ASSIGNED TASK →
Reproduce the entries below exactly, but only from the line containing "[2.1, 'kg', '2.1" to the line containing "items: VerdictItem[];", inclusive.

INFORMATION SUPPLIED →
== == ==

import { describe, expect, it } from 'vitest';
import { DEFAULT_SOLVER } from './station.js';

describe('DEFAULT_SOLVER', () => {
  it('asks for tolerances tight enough for the 1e-6 closed-form checks', () => {
    expect(DEFAULT_SOLVER.relTol).toBeLessThanOrEqual(1e-8);
    expect(DEFAULT_SOLVER.maxSteps).toBeGreaterThan(1000);
  });
});
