/**
 * Engineering notation: an SI value with an SI prefix so the mantissa lies in [1, 1000),
 * e.g. formatQuantity(2.2e-3, 'F') -> "2.2 mF", formatQuantity(1.8e-4, 'H') -> "180 µH".
 * The one quantity formatter of the project (reports, design descriptions, docs, explore
 * output); report/quantity.ts re-exports it.
 *
 * Method: the prefix exponent is the largest multiple of 3 (pico to giga, BIPM SI Brochure,
 * 9th ed.) that leaves a mantissa of at least 1; the mantissa is rounded to `digits`
 * significant figures and, when rounding carries it to 1000, the next prefix is used.
 * Areas and volumes take the prefix on the metre, with the centimetre allowed as engineers
 * write pole faces and bank volumes (2.5e-6 m² -> "2.5 mm²", 6e-4 m² -> "6 cm²",
 * 2.4e-4 m³ -> "240 cm³"); a prefix is never squared by mistake.
 * Units that engineers do not prefix print as plain numbers, in exponent form outside
 * [1e-3, 1e6): °C, K, %, kg, dimensionless '' and '1', compound units such as J/(kg·K) or
 * (A/m)/A, A²s (a prefix is raised with its unit: "kA²s" means 1e6 A²s, so a prefix would
 * mislead), and every reciprocal unit '1/…' (rates such as 1/min, coefficients such as 1/K):
 * "440 m1/min" would be unreadable, "0.44 1/min" is not.
 */

const PREFIX: Record<number, string> = { [-12]: 'p', [-9]: 'n', [-6]: 'µ', [-3]: 'm', [0]: '', [3]: 'k', [6]: 'M', [9]: 'G' };

/** Units printed without a prefix (besides every reciprocal unit '1/…'). */
const PLAIN = new Set(['', '1', '%', '°C', 'K', 'kg', 'J/(kg·K)', '(A/m)/A', 'A²s', 'kg/m³', 'J/(K·m³)', 'Ω·m', 'J/K', 'rad', '°']);

/** True when `unit` takes no SI prefix (see the header). */
export function isUnprefixedUnit(unit: string): boolean {
  return PLAIN.has(unit) || unit.startsWith('1/');
}

export interface FormatOptions {
  /** Significant figures, default 3. */
  digits?: number;
}

function trimNumber(x: number, digits: number): string {
  return Number(x.toPrecision(digits)).toString();
}

/** A plain number with `digits` significant figures; exponent form outside [1e-3, 1e6). */
export function formatNumber(value: number, digits = 3): string {
  if (Number.isNaN(value)) return 'n/a';
  if (!Number.isFinite(value)) return value > 0 ? '∞' : '−∞';
  if (value === 0) return '0';
  const abs = Math.abs(value);
  const sign = value < 0 ? '−' : '';
  if (abs >= 1e-3 && abs < 1e6) return sign + trimNumber(abs, digits);
  const [m, e] = abs.toExponential(digits - 1).split('e') as [string, string];
  return `${sign}${Number(m).toString()}e${Number(e)}`;
}

function withUnit(num: string, unit: string): string {
  if (!unit) return num;
  return `${num} ${unit}`;
}

/**
 * Format an SI value with an engineering prefix. NaN prints as "n/a", infinities as
 * "∞"/"−∞" with the unit.
 *
 * @example formatQuantity(2.2e-3, 'F')      // "2.2 mF"
 * @example formatQuantity(1600, 'V')        // "1.6 kV"
 * @example formatQuantity(0.035, 'Ω')       // "35 mΩ"
 * @example formatQuantity(2.4e6, 'A/m')     // "2.4 MA/m"
 * @example formatQuantity(40, '°C')         // "40 °C"
 * @example formatQuantity(2.5e-6, 'm²')     // "2.5 mm²"
 * @example formatQuantity(0.44, '1/min')    // "0.44 1/min"
 */
export function formatQuantity(value: number, unit: string, options: FormatOptions = {}): string {
  const digits = options.digits ?? 3;
  if (Number.isNaN(value)) return 'n/a';
  if (!Number.isFinite(value)) return withUnit(value > 0 ? '∞' : '−∞', unit);
  if (isUnprefixedUnit(unit)) return withUnit(formatNumber(value, digits), unit);
  const power = unit === 'm²' ? 2 : unit === 'm³' ? 3 : 1;
  const base = power === 1 ? unit : 'm';
  const suffix = power === 2 ? '²' : power === 3 ? '³' : '';
  if (value === 0) return `0 ${unit}`;
  const abs = Math.abs(value);
  const sign = value < 0 ? '−' : '';
  // choose exponent (a multiple of 3) of the prefix so that the mantissa is in [1, 1000)
  const allowed = power === 1 ? [-12, -9, -6, -3, 0, 3, 6, 9] : power === 2 ? [-6, -3, -2, 0] : [-3, -2, 0];
  let chosen = allowed[0]!;
  for (const e of allowed) if (abs / 10 ** (e * power) >= 1 - 1e-12) chosen = e;
  let mant = abs / 10 ** (chosen * power);
  const idx = allowed.indexOf(chosen);
  if (Number(mant.toPrecision(digits)) >= 1000 && idx < allowed.length - 1) {
    chosen = allowed[idx + 1]!;
    mant = abs / 10 ** (chosen * power);
  }
  const prefix = chosen === -2 ? 'c' : (PREFIX[chosen] ?? '');
  const text = mant >= 1e-3 && mant < 1e6 ? trimNumber(mant, digits) : formatNumber(mant, digits);
  return `${sign}${text} ${prefix}${base}${suffix}`;
}

/**
 * The SI prefix that suits values up to `maxAbs` in `unit`, for a whole axis or column:
 * display value = SI value / factor, shown unit = symbol + unit. Unprefixed units (see the
 * header), areas and volumes get factor 1.
 */
export function engineeringPrefix(maxAbs: number, unit: string): { factor: number; unit: string } {
  if (isUnprefixedUnit(unit) || unit === 'm²' || unit === 'm³' || !(maxAbs > 0) || !Number.isFinite(maxAbs)) return { factor: 1, unit };
  const exp = Math.max(-12, Math.min(9, 3 * Math.floor(Math.log10(maxAbs) / 3)));
  return { factor: 10 ** exp, unit: `${PREFIX[exp]}${unit}` };
}

/** A fraction as a signed percentage, e.g. 0.234 -> "+23.4 %". NaN -> "n/a". */
export function formatPercent(fraction: number, digits = 3): string {
  if (Number.isNaN(fraction)) return 'n/a';
  const pct = fraction * 100;
  const sign = pct > 0 ? '+' : pct < 0 ? '−' : '';
  return `${sign}${formatNumber(Math.abs(pct), digits)} %`;
}
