import { describe, expect, it } from 'vitest';
import { formatNumber, formatQuantity } from './format.js';

// SI prefixes per the BIPM SI Brochure (9th ed.); the strings are exact.
describe('formatQuantity(value, unit) uses engineering prefixes', () => {
  const cases: [number, string, string][] = [
    [2.2e-3, 'F', '2.2 mF'],
    [1600, 'V', '1.6 kV'],
    [0.035, 'Ω', '35 mΩ'],
    [1.8e-4, 'H', '180 µH'],
    [2.4e6, 'A/m', '2.4 MA/m'],
    [12000, 'A', '12 kA'],
    [5e-13, 's', '0.5 ps'],
    [2.816e3, 'J', '2.82 kJ'],
    [999.96, 'V', '1 kV'],
    [-3e-6, 'H', '−3 µH'],
    [0, 'A', '0 A'],
    [40, '°C', '40 °C'],
    [95, '(A/m)/A', '95 (A/m)/A'],
    [0.00393, '1/K', '0.00393 1/K'],
    [2.1, 'kg', '2.1 kg'],
    [2.5e-6, 'm²', '2.5 mm²'],
    [2.4e-4, 'm³', '240 cm³'],
    [1.5e-3, 'm', '1.5 mm'],
    [1.7241e-8, 'Ω·m', '1.72e-8 Ω·m'],
    [NaN, 'A', 'n/a'],
    [Infinity, 'A', '∞ A'],
  ];
  for (const [v, u, s] of cases) it(`${v} ${u} -> "${s}"`, () => expect(formatQuantity(v, u)).toBe(s));
  it('digits option', () => {
    expect(formatQuantity(1.23456e-3, 'F', { digits: 5 })).toBe('1.2346 mF');
    expect(formatNumber(123456789, 3)).toBe('1.23e8');
  });
});
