/**
 * The engineering verdict on one shot: a list of checked items, each with its value, its
 * limit, the margin and a status. Produced by analysis/ (verdict), read by report/ and the CLI.
 */

export type VerdictStatus = 'pass' | 'warn' | 'fail' | 'info';

export interface VerdictItem {
  /** Stable id of our own, e.g. `field.part`, `coil.temperature`, `switch.surge`, `switch.i2t`, `capacitor.reverse`. */
  id: string;
  /** Human label, e.g. "Peak field at the part". */
  item: string;
  /** The value found, in SI (see `unit`). */
  value: number;
  /** The limit it is checked against, in SI (see `unit`); NaN when informative only. */
  limit: number;
  /** SI unit symbol of value and limit, e.g. "A/m", "°C", "A", "A²s", "%". */
  unit: string;
  /**
   * Margin as a fraction: positive means inside the limit (0.2 = 20 % headroom), negative means beyond it.
   * Defined per item in its doc; NaN when informative only.
   */
  margin: number;
  status: VerdictStatus;
  /** One short sentence: the basis of the limit (source or "user setting") and what to do if it fails. */
  note: string;
}

export interface Verdict {
  items: VerdictItem[];
  /** Worst status over the items ('info' items do not count). */
  overall: 'pass' | 'warn' | 'fail';
}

== == ==

EXERCISE RESULT →
    [2.1, 'kg', '2.1 kg'],
    [2.5e-6, 'm²', '2.5 mm²'],
    [2.4e-4, 'm³', '240 cm³'],
    [1.5e-3, 'm', '1.5 mm'],
    [1.7241e-8, 'Ω·m', '1.72e-8 Ω·m'],
    [NaN, 'A', 'n/a'],
    [Infinity, 'A', '∞ A'],
  ];
  for (const [v, u, s] of cases) it(`${v} ${u} -> "${s}"`, () => expect(formatQuantity(v, u)).toBe(s));
  it('digits option', () => {
    expect(formatQuantity(1.23456e-3, 'F', { digits: 5 })).toBe('1.2346 mF');
    expect(formatNumber(123456789, 3)).toBe('1.23e8');
  });
});
/**
 * The engineering verdict on one shot: a list of checked items, each with its value, its
 * limit, the margin and a status. Produced by analysis/ (verdict), read by report/ and the CLI.
 */

export type VerdictStatus = 'pass' | 'warn' | 'fail' | 'info';

export interface VerdictItem {
  /** Stable id of our own, e.g. `field.part`, `coil.temperature`, `switch.surge`, `switch.i2t`, `capacitor.reverse`. */
  id: string;
  /** Human label, e.g. "Peak field at the part". */
  item: string;
  /** The value found, in SI (see `unit`). */
  value: number;
  /** The limit it is checked against, in SI (see `unit`); NaN when informative only. */
  limit: number;
  /** SI unit symbol of value and limit, e.g. "A/m", "°C", "A", "A²s", "%". */
  unit: string;
  /**
   * Margin as a fraction: positive means inside the limit (0.2 = 20 % headroom), negative means beyond it.
   * Defined per item in its doc; NaN when informative only.
   */
  margin: number;
  status: VerdictStatus;
  /** One short sentence: the basis of the limit (source or "user setting") and what to do if it fails. */
  note: string;
}

export interface Verdict {
  items: VerdictItem[];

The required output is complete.